[THE RECORDS Boundary: Start]
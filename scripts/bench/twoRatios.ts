import { evaluateExpression, type Scope } from "@/cells/language";
import { Compiler } from "@/cells/language/compiler";
import { partialsOf } from "@/cells/language/derivatives";
import { interpret } from "@/cells/language/interpreter";
import { parse } from "@/cells/language/parse";
import { lower, type Program } from "@/cells/language/program";
import { uncertaintyNodes } from "@/cells/language/uncertainty";
import { runMachine } from "@/cells/language/wasm/machine";
import { createRandom } from "@/cells/numeric";
import { units } from "@/cells/quantity/unit";
import { bodyLookup } from "@/cells/species";
import type { QuantityColumn, Table } from "@/cells/table";

const elements = ["Mg", "Al", "Si"] as const;
/** Typical mass fractions of a chondrite, so that the numbers are of a usual size; invented, not measured. */
const typical = { Mg: 0.1, Al: 0.01, Si: 0.11 } as const;

/** A table of random compositions: values spread by 10 %, σ of 1 to 3 %. */
export function compositions(rows: number): Table {
  const random = createRandom(20_261_201);
  const numbers = (make: () => number): Float64Array => Float64Array.from({ length: rows }, make);
  const columns = elements.map((name): QuantityColumn => {
    const value = numbers(() => typical[name] * (1 + 0.1 * (random.uniform() - 0.5)));
    return {
      kind: "quantity",
      name,
      species: name,
      unit: units["wt%"],
      value,
      sigma: value.map((v) => v * (0.01 + 0.02 * random.uniform())),
      state: new Uint8Array(rows),
      limit: new Float64Array(rows).fill(Number.NaN),
      assumed: new Uint8Array(rows),
      raw: [],
      rawSigma: [],
      amended: new Uint8Array(rows),
    };
  });
  return {
    handle: "bench",
    rows,
    rowIds: Array.from({ length: rows }, (_, i) => i + 1),
    samples: new Array<string>(rows).fill(""),
    classes: new Array<string>(rows).fill(""),
    origins: [],
    setAside: new Uint8Array(rows),
    columns,
    correlations: [],
  };
}

/** The bytes numpy reads: values, then σ, column after column. */
export function bytesOf(table: Table): Uint8Array {
  const columns = table.columns.filter((column) => column.kind === "quantity");
  const all = new Float64Array(6 * table.rows);
  columns.forEach((column, i) => {
    all.set(column.value, i * table.rows);
    all.set(column.sigma, (3 + i) * table.rows);
  });
  return new Uint8Array(all.buffer);
}

/** The same numbers in the same memory, as columns of another table. */
function unseen(table: Table): Table {
  const columns = table.columns.map((column) =>
    column.kind === "quantity" ? { ...column, value: new Float64Array(column.value.buffer), sigma: new Float64Array(column.sigma.buffer) } : column,
  );
  return { ...table, columns };
}

function scopeOf(table: Table): Scope {
  return { table, bodies: bodyLookup({}), lookup: () => undefined };
}

/** Value and σ of two expressions and their covariance as one program, for either back end. */
function programOf(table: Table, texts: readonly [string, string]): Program {
  const compiler = new Compiler();
  const { graph, variables } = compiler;
  const made = texts.map((text) => {
    const { node } = compiler.value(parse(text), { scope: scopeOf(table), text, on: "table" });
    const partials = partialsOf(graph, node, new Set(variables.keys()), compiler.links);
    return { node, partials, sigma: uncertaintyNodes(graph, partials, variables).sigma };
  });
  const [first, second] = made;
  if (first === undefined || second === undefined) throw new Error("expected two expressions");
  let covariance = graph.constant(0);
  for (const [leaf, partial] of first.partials) {
    const other = second.partials.get(leaf);
    const variable = variables.get(leaf);
    if (other === undefined || variable?.sort !== "column") continue;
    const sigma = graph.load(variable.column.sigma, "σ");
    covariance = graph.add(covariance, graph.mul(graph.mul(partial, sigma), graph.mul(other, sigma)));
  }
  const asked = [first.node, first.sigma, second.node, second.sigma, covariance];
  return lower(graph, asked, (place) => graph.loads[place]?.column ?? new Float64Array(table.rows));
}

/**
 * How the engine calculates two ratios: by either back end, into memory that is kept between calls, as its contract has it, or into
 * results made anew by each call, as numpy does; and from the text of both formulas to results of their own, as a page asks for them.
 */
export const ways = ["machine", "machine, new results", "interpreter", "interpreter, new results", "whole page"] as const;
export type Way = (typeof ways)[number];

/** Value and σ of the one ratio, value and σ of the other, covariance, each way. */
export type Ways = Readonly<Record<Way, () => readonly Float64Array[]>>;

export function waysOf(table: Table, texts: readonly [string, string]): Ways {
  const program = programOf(table, texts);
  const make = (): Float64Array[] => program.results.map(() => new Float64Array(table.rows));
  const kept = make();
  const interpreted = (to: Float64Array[]): Float64Array[] => {
    interpret(program, table.rows, to);
    return to;
  };
  const run = (to: Float64Array[]): Float64Array[] => {
    if (!runMachine(program, table.rows, to)) throw new Error("WebAssembly with vectors is not to be had here");
    return to;
  };
  return {
    machine: () => run(kept),
    "machine, new results": () => run(make()),
    interpreter: () => interpreted(kept),
    "interpreter, new results": () => interpreted(make()),
    "whole page": () => {
      // Columns that the engine has not seen: what it remembers of a calculation done before is not to be measured.
      const scope = scopeOf(unseen(table));
      const [x, y] = texts.map((text) => evaluateExpression(scope, text, { block: "r" }));
      if (x === undefined || y === undefined) throw new Error("expected two expressions");
      return [x.value, x.sigma, y.value, y.sigma, x.covariance(y)];
    },
  };
}

/** One number of what a way gives, to end in the sink. */
export function lastOf(results: readonly Float64Array[]): number {
  return results.reduce((sum, column) => sum + (column[column.length - 1] ?? Number.NaN), 0);
}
[THE RECORDS Boundary: End]
__AIM OF THE TASK__
In full and without alteration, return the listing above.

__RESULT BELOW__
filename scripts/bench/twoRatios.ts
import { evaluateExpression, type Scope } from "@/cells/language";
import { Compiler } from "@/cells/language/compiler";
import { partialsOf } from "@/cells/language/derivatives";
import { interpret } from "@/cells/language/interpreter";
import { parse } from "@/cells/language/parse";
import { lower, type Program } from "@/cells/language/program";
import { uncertaintyNodes } from "@/cells/language/uncertainty";
import { runMachine } from "@/cells/language/wasm/machine";
import { createRandom } from "@/cells/numeric";
import { units } from "@/cells/quantity/unit";
import { bodyLookup } from "@/cells/species";
import type { QuantityColumn, Table } from "@/cells/table";

const elements = ["Mg", "Al", "Si"] as const;
/** Typical mass fractions of a chondrite, so that the numbers are of a usual size; invented, not measured. */
const typical = { Mg: 0.1, Al: 0.01, Si: 0.11 } as const;

/** A table of random compositions: values spread by 10 %, σ of 1 to 3 %. */
export function compositions(rows: number): Table {
  const random = createRandom(20_261_201);
  const numbers = (make: () => number): Float64Array => Float64Array.from({ length: rows }, make);
  const columns = elements.map((name): QuantityColumn => {
    const value = numbers(() => typical[name] * (1 + 0.1 * (random.uniform() - 0.5)));
    return {
      kind: "quantity",
      name,
      species: name,
      unit: units["wt%"],
      value,
      sigma: value.map((v) => v * (0.01 + 0.02 * random.uniform())),
      state: new Uint8Array(rows),
      limit: new Float64Array(rows).fill(Number.NaN),
      assumed: new Uint8Array(rows),
      raw: [],
      rawSigma: [],
      amended: new Uint8Array(rows),
    };
  });
  return {
    handle: "bench",
    rows,
    rowIds: Array.from({ length: rows }, (_, i) => i + 1),
    samples: new Array<string>(rows).fill(""),
    classes: new Array<string>(rows).fill(""),
    origins: [],
    setAside: new Uint8Array(rows),
    columns,
    correlations: [],
  };
}

/** The bytes numpy reads: values, then σ, column after column. */
export function bytesOf(table: Table): Uint8Array {
  const columns = table.columns.filter((column) => column.kind === "quantity");
  const all = new Float64Array(6 * table.rows);
  columns.forEach((column, i) => {
    all.set(column.value, i * table.rows);
    all.set(column.sigma, (3 + i) * table.rows);
  });
  return new Uint8Array(all.buffer);
}

/** The same numbers in the same memory, as columns of another table. */
function unseen(table: Table): Table {
  const columns = table.columns.map((column) =>
    column.kind === "quantity" ? { ...column, value: new Float64Array(column.value.buffer), sigma: new Float64Array(column.sigma.buffer) } : column,
  );
  return { ...table, columns };
}

function scopeOf(table: Table): Scope {
  return { table, bodies: bodyLookup({}), lookup: () => undefined };
}

/** Value and σ of two expressions and their covariance as one program, for either back end. */
function programOf(table: Table, texts: readonly [string, string]): Program {
  const compiler = new Compiler();
  const { graph, variables } = compiler;
  const made = texts.map((text) => {
    const { node } = compiler.value(parse(text), { scope: scopeOf(table), text, on: "table" });
    const partials = partialsOf(graph, node, new Set(variables.keys()), compiler.links);
    return { node, partials, sigma: uncertaintyNodes(graph, partials, variables).sigma };
  });
  const [first, second] = made;
  if (first === undefined || second === undefined) throw new Error("expected two expressions");
  let covariance = graph.constant(0);
  for (const [leaf, partial] of first.partials) {
    const other = second.partials.get(leaf);
    const variable = variables.get(leaf);
    if (other === undefined || variable?.sort !== "column") continue;
    const sigma = graph.load(variable.column.sigma, "σ");
    covariance = graph.add(covariance, graph.mul(graph.mul(partial, sigma), graph.mul(other, sigma)));
  }
  const asked = [first.node, first.sigma, second.node, second.sigma, covariance];
  return lower(graph, asked, (place) => graph.loads[place]?.column ?? new Float64Array(table.rows));
}

/**
 * How the engine calculates two ratios: by either back end, into memory that is kept between calls, as its contract has it, or into
 * results made anew by each call, as numpy does; and from the text of both formulas to results of their own, as a page asks for them.
 */
export const ways = ["machine", "machine, new results", "interpreter", "interpreter, new results", "whole page"] as const;
export type Way = (typeof ways)[number];

/** Value and σ of the one ratio, value and σ of the other, covariance, each way. */
export type Ways = Readonly<Record<Way, () => readonly Float64Array[]>>;

export function waysOf(table: Table, texts: readonly [string, string]): Ways {
  const program = programOf(table, texts);
  const make = (): Float64Array[] => program.results.map(() => new Float64Array(table.rows));
  const kept = make();
  const interpreted = (to: Float64Array[]): Float64Array[] => {
    interpret(program, table.rows, to);
    return to;
  };
  const run = (to: Float64Array[]): Float64Array[] => {
    if (!runMachine(program, table.rows, to)) throw new Error("WebAssembly with vectors is not to be had here");
    return to;
  };
  return {
    machine: () => run(kept),
    "machine, new results": () => run(make()),
    interpreter: () => interpreted(kept),
    "interpreter, new results": () => interpreted(make()),
    "whole page": () => {
      // Columns that the engine has not seen: what it remembers of a calculation done before is not to be measured.
      const scope = scopeOf(unseen(table));
      const [x, y] = texts.map((text) => evaluateExpression(scope, text, { block: "r" }));
      if (x === undefined || y === undefined) throw new Error("expected two expressions");
      return [x.value, x.sigma, y.value, y.sigma, x.covariance(y)];
    },
  };
}

/** One number of what a way gives, to end in the sink. */
export function lastOf(results: readonly Float64Array[]): number {
  return results.reduce((sum, column) => sum + (column[column.length - 1] ?? Number.NaN), 0);
}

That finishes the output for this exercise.